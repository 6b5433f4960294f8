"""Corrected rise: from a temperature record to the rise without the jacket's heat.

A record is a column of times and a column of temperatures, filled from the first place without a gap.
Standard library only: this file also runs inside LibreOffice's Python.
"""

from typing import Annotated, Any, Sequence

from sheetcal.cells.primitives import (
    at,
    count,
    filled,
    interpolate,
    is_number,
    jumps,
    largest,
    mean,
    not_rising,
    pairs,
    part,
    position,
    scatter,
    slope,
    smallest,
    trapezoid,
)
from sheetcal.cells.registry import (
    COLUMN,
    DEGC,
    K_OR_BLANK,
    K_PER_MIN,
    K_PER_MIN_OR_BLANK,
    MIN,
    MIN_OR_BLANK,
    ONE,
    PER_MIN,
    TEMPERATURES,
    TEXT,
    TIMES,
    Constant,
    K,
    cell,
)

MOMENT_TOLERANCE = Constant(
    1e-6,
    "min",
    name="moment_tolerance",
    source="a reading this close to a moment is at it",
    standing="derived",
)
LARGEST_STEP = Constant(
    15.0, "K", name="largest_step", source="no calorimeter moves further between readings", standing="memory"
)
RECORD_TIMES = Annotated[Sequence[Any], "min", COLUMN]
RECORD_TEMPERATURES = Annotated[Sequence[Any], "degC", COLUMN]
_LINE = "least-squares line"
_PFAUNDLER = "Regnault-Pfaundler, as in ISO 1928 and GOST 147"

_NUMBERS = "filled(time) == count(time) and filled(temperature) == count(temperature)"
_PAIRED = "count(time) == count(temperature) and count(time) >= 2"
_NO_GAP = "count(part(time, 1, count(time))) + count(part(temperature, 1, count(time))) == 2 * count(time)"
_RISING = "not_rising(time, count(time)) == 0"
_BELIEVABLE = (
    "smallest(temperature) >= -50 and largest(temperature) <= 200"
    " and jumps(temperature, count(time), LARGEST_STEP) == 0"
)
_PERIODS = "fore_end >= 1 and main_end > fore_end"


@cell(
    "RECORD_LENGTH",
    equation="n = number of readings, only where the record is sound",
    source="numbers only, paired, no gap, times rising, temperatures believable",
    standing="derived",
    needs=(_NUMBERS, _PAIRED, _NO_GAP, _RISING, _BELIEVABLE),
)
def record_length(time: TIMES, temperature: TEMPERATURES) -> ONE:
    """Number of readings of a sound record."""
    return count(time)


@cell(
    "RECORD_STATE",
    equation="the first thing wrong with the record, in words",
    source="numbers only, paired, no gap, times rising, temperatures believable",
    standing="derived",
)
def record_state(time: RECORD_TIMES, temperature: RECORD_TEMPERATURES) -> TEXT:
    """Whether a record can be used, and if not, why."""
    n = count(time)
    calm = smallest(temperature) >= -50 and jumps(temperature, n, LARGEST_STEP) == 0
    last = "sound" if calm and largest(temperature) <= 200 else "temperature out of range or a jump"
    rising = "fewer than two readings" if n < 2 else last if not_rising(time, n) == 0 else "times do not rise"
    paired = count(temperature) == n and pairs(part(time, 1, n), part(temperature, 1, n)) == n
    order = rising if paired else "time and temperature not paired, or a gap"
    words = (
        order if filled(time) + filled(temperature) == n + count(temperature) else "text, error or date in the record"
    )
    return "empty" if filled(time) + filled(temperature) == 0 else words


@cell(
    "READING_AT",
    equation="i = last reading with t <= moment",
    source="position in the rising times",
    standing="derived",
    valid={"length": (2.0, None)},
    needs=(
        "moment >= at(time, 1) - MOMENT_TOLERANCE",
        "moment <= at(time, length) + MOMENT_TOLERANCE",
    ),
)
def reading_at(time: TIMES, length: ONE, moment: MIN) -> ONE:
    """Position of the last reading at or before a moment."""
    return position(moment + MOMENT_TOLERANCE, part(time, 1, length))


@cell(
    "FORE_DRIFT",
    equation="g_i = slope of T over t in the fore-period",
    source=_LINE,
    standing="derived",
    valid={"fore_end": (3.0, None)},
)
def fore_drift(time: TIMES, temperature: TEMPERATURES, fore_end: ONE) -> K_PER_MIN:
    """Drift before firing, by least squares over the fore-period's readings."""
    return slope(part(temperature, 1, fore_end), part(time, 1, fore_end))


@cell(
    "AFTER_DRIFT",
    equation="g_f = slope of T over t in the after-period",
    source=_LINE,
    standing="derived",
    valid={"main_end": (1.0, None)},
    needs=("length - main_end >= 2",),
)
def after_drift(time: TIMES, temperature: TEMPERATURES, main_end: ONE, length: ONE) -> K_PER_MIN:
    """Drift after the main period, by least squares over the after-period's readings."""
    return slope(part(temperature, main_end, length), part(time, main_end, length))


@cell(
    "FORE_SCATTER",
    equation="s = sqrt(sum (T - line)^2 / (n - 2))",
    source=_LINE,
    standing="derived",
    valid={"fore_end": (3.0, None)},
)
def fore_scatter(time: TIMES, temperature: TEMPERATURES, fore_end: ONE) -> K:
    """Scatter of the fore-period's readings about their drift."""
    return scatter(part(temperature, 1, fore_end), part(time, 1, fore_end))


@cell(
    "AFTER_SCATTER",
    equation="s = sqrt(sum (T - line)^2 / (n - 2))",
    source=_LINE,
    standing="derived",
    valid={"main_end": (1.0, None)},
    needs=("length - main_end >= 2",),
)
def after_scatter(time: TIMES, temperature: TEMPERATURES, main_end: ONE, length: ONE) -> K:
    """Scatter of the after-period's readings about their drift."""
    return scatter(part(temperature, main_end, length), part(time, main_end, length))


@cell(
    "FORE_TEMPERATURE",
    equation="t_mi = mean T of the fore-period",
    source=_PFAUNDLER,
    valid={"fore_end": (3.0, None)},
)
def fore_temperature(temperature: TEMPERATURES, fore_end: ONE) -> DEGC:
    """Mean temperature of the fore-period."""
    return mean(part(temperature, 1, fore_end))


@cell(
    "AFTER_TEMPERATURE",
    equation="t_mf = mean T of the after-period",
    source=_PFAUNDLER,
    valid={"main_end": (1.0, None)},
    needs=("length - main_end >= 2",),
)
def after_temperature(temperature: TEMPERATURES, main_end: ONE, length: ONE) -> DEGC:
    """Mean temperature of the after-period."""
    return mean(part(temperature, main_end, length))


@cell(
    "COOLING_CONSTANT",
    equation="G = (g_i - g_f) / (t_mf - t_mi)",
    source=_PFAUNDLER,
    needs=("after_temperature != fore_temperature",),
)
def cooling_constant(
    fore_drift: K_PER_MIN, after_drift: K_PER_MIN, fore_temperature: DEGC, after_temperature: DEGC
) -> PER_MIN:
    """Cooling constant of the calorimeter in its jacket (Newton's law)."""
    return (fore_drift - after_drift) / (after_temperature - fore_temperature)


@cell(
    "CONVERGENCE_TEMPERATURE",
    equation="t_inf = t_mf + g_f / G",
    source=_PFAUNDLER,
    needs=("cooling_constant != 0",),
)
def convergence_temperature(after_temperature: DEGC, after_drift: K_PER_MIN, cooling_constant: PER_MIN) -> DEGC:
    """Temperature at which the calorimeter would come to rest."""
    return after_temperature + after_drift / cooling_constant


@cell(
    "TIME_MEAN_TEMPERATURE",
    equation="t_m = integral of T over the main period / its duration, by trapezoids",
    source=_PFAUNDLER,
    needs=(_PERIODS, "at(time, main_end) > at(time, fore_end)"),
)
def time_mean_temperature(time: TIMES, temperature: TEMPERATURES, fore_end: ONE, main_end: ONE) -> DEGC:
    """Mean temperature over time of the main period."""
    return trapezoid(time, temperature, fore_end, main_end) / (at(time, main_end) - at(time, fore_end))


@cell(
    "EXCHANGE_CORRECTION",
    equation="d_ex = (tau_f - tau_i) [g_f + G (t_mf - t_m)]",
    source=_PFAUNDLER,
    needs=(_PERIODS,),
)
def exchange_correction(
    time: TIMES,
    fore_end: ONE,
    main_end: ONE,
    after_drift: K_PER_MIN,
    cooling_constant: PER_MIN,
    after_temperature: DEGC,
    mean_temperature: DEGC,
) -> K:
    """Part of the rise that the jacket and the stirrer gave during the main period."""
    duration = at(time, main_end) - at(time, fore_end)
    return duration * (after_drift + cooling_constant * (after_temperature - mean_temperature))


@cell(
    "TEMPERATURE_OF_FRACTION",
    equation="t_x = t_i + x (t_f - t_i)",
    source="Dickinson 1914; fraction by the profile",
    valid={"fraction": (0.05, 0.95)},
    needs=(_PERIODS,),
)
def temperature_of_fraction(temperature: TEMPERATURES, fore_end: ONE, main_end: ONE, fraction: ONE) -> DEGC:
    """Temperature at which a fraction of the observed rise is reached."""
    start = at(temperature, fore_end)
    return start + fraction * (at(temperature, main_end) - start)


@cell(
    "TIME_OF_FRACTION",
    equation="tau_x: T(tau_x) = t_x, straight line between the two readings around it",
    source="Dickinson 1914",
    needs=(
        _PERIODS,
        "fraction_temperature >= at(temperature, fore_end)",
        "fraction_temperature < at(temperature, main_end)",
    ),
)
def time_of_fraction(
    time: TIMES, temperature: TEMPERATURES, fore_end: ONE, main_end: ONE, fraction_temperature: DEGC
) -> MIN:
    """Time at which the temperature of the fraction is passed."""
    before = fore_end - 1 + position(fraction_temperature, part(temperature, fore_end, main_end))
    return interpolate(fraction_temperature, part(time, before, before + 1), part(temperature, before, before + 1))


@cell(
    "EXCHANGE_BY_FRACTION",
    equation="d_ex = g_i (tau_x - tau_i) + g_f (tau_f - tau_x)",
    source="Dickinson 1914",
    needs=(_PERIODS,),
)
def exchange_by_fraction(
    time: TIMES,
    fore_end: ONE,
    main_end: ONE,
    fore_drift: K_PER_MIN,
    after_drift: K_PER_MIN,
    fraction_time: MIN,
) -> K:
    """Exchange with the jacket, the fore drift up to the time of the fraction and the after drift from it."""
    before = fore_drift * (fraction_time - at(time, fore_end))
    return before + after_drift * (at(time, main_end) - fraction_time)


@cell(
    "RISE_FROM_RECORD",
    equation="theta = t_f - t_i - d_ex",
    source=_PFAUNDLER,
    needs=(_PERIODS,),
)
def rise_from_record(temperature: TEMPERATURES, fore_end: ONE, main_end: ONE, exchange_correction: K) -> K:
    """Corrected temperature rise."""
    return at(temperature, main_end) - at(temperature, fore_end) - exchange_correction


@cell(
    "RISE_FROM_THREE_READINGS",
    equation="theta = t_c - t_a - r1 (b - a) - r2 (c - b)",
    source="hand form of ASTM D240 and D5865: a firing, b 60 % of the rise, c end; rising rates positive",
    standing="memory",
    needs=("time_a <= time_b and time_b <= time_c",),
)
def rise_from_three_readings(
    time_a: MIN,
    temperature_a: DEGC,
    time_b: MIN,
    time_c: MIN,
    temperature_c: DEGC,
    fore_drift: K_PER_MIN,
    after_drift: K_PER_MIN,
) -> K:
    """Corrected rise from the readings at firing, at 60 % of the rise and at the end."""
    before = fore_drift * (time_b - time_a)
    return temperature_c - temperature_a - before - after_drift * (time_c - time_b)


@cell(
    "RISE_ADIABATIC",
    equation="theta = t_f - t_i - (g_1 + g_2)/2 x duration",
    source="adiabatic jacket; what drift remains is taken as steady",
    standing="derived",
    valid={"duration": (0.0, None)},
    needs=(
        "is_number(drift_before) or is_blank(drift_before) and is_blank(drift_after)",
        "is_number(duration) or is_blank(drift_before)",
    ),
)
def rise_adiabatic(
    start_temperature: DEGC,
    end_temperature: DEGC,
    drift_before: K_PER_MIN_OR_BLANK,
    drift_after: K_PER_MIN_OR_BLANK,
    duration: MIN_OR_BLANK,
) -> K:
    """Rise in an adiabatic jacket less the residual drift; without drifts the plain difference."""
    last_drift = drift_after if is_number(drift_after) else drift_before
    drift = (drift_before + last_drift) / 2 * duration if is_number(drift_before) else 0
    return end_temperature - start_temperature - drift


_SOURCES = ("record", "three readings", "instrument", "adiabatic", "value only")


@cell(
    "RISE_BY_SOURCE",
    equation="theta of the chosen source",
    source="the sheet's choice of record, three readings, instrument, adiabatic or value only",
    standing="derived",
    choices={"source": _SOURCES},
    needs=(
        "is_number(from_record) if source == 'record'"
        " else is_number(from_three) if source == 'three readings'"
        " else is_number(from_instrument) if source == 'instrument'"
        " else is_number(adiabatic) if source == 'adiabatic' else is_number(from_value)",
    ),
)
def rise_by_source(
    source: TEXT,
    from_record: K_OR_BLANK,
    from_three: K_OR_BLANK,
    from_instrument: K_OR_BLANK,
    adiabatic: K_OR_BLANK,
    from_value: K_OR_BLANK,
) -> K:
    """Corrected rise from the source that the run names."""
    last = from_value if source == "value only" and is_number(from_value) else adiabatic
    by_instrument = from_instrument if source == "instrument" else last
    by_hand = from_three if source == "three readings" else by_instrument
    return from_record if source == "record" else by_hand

════════════════════

● Exercise instructions: Filter the listing above for lines with the word "their", and copy each one you find.

● Answer space:
    """Scatter of the fore-period's readings about their drift."""
    """Scatter of the after-period's readings about their drift."""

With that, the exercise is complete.